# Replacement Screw (saves a tool)



## Kelster58 (Dec 2, 2016)

It's nice when you search for and then find an obscure part you need. A big bonus when you find a person that is nice and helpful when you order the part. You should go play the lottery. That doesn't happen often.


----------



## ocean (Feb 13, 2016)

I dropped my own Pinnicale square which I purchased from Woodcraft. Not knowing where to turn, I called Woodcraft and they mailed me a replacement for no charge. Thanks Woodcraft.


----------



## Iamjacob (Mar 18, 2011)

I did the same thing to my 4" square almost 6 months ago and bought the same exact part. The same part works for the 4" and the 6". I bought 3 just in case it happens again.


----------



## ssnvet (Jan 10, 2012)

Little Machine Shop is a favorite of the hobby metal workers on forums such as the Hobby-Machinist.com or CNCZone.com

They seem like really good people and are distributor for Tormach, which makes a line of very popular entry level commercial CNC milling machines and lathes.

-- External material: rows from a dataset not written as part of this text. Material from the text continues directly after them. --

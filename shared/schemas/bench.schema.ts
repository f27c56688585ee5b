import { z } from 'zod';
import type { BenchPlanItem, Rework } from '../domain/bench.ts';
import { IdParam, noteText } from './common.schema.ts';

/**
 * The ticks the bench can record. Each item offers only those that make sense for it: a de-pinned
 * cavity gets "done" and "sealed", a cut wire "done" and "insulated", never a reading.
 */
export const BENCH_TICKS = [
  'done',
  'sealed',
  'insulated',
  'fuse',
  'relay',
  'labelled',
  'torqued',
  'tested',
  'passed',
  'failed',
] as const;
export type BenchTick = (typeof BENCH_TICKS)[number];
export interface BenchTickDef {
  key: BenchTick;
  label: string;
}

/** An item of the checklist or a step of the test plan: "pin:E1-12", "feed:3", "test:short:pin:E1-12". */
export const BenchKey = z
  .string()
  .min(3)
  .max(200)
  .regex(/^[a-z]+:\S.*$/, 'must be a bench item key such as pin:E1-12');

export const BenchItemParams = z.strictObject({ id: IdParam, number: IdParam, key: BenchKey });
export type BenchItemParams = z.output<typeof BenchItemParams>;

export const BenchRecordRequest = z.strictObject({
  ticks: z.partialRecord(z.enum(BENCH_TICKS), z.boolean()),
  /** The reading in the unit the item or test step asks for; null when not measured. */
  reading: z.number().min(-1_000_000).max(1_000_000).nullable(),
  note: noteText(500),
  /** The record's version as read; null when the item has no record yet. */
  version: z.number().int().min(0).nullable(),
});
export type BenchRecordRequest = z.infer<typeof BenchRecordRequest>;

export interface BenchRecord {
  key: string;
  ticks: Partial<Record<BenchTick, boolean>>;
  reading: number | null;
  note: string;
  recordedBy: string;
  recordedAt: string;
  version: number;
  /** The revision this record was first made on, when it was carried over unchanged. */
  carriedFrom: number | null;
  /** Work done on an earlier revision that the change makes obsolete. */
  rework: Rework | null;
}

export interface BenchPhoto {
  id: number;
  fileName: string;
  takenBy: string | null;
  createdAt: string;
}

/** A checklist item as the API sends it: the plan item with its record. */
export type BenchItem = Omit<BenchPlanItem, 'content'> & { record: BenchRecord | null };

export interface BenchSheet {
  revision: {
    number: number;
    hash: string;
    signedAt: string;
    reviewedBy: string;
    /** False for an older revision: readable, no longer recorded against. */
    current: boolean;
  } | null;
  /** Changed items with obsolete work, first; then removed items to take out. */
  rework: BenchItem[];
  removed: Array<{ key: string; rework: Rework; record: BenchRecord }>;
  items: BenchItem[];
  progress: { total: number; done: number; tested: number; rework: number };
  /** Photos taken at the bench, by item key. */
  photos: Record<string, BenchPhoto[]>;
}

/** Shown on the conversions list: what the bench has to know. */
export interface BenchNotice {
  revisionNumber: number;
  signedAt: string;
  /** Items under rework or to take out, not yet re-done. */
  reworkOpen: number;
  /** Items of the signed-off plan, and how many are done and how many tested. */
  progress: { total: number; done: number; tested: number };
}
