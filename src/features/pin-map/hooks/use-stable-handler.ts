import { useCallback, useLayoutEffect, useRef } from 'react';

/**
 * A function that never changes identity and always calls the latest `handler`: for handlers
 * passed to memoised children (grid rows, connector faces) that must not redraw them.
 */
export function useStableHandler<A extends unknown[]>(handler: (...args: A) => void) {
  const latest = useRef(handler);
  useLayoutEffect(() => {
    latest.current = handler;
  });
  return useCallback((...args: A) => latest.current(...args), []);
}
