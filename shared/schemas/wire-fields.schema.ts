/**
 * Schemas of the values a wire carries, shared by pins, feeds and the field tables built on them.
 */
import { z } from 'zod';
import { DISPOSITIONS } from '../domain/dispositions.ts';
import { SIGNAL_CLASSES } from '../domain/signal-classes.ts';
import { parseWireColour } from '../domain/wire-colours.ts';
import { acceptedWireSize } from '../domain/wire-sizes.ts';
import { INSULATION_RATINGS_C } from './workshop.schema.ts';

export const DispositionSchema = z.enum(DISPOSITIONS);
export const SignalClassSchema = z.enum(SIGNAL_CLASSES);

/** '' (not recorded) or an IEC 60757 colour, normalised to "BU/WH". */
export const WireColourSchema = z
  .string()
  .max(20)
  .transform((value, ctx) => {
    if (value.trim() === '') return '';
    const parsed = parseWireColour(value);
    if (!parsed.ok) {
      ctx.addIssue({ code: 'custom', message: parsed.error });
      return z.NEVER;
    }
    return parsed.value;
  });

/**
 * A conductor area in mm², one of the accepted sizes (an ISO 6722 size or the stored area of an AWG
 * size); an area within 1 % of one is read as that size. Null when not recorded.
 */
export const WireSizeMm2Schema = z
  .number()
  .positive()
  .max(120)
  .refine((v) => acceptedWireSize(v) !== null, {
    message: 'must be an ISO 6722 size in mm² or the area of an AWG size',
  })
  .transform((v) => acceptedWireSize(v)!)
  .nullable();

export const InsulationRatingSchema = z
  .number()
  .refine((v) => (INSULATION_RATINGS_C as readonly number[]).includes(v), {
    message: `must be one of ${INSULATION_RATINGS_C.join(', ')} °C`,
  })
  .nullable();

I knew they stocked a lot of spare parts for hobby mills and lathes, but never would have thought of going to them for a little bit like that.


----------



## diverlloyd (Apr 25, 2013)

Well thanks for the review and info the site is saved.


----------



## rad457 (Jun 15, 2013)

Did same thing to my 4" Veritas, went to Lee Valley, they actually carry that part in stock, think it was like $2.00.


----------



## Mccrusn (Mar 8, 2017)

I had the same thing happen… contacted Pinnacle… twice… no answer. Finally I tried making my own by grinding a standard thread bolt down … a little work with a file and walla…. I'm back in business. If I had known that I could've ordered them though I would have done that…and at least an extra too.

Sheesh!?? I went to Veritas, Lee Valley… did you guys just call the place and talk with some one? Maybe too specialized to simply order online?


----------



## socrbent (Mar 9, 2012)

Does Pinnacle exist? My impression was that Pinnacle was a name used by Woodcraft like Woodriver for their planes. I did attempt to get help from Woodcraft and got no where. I found Little Machine Shop in a Google search. My guess is they may make the Pinnacle double squares for Woodcraft since their double square appears to be a twin of the one sold by Woodcraft.


----------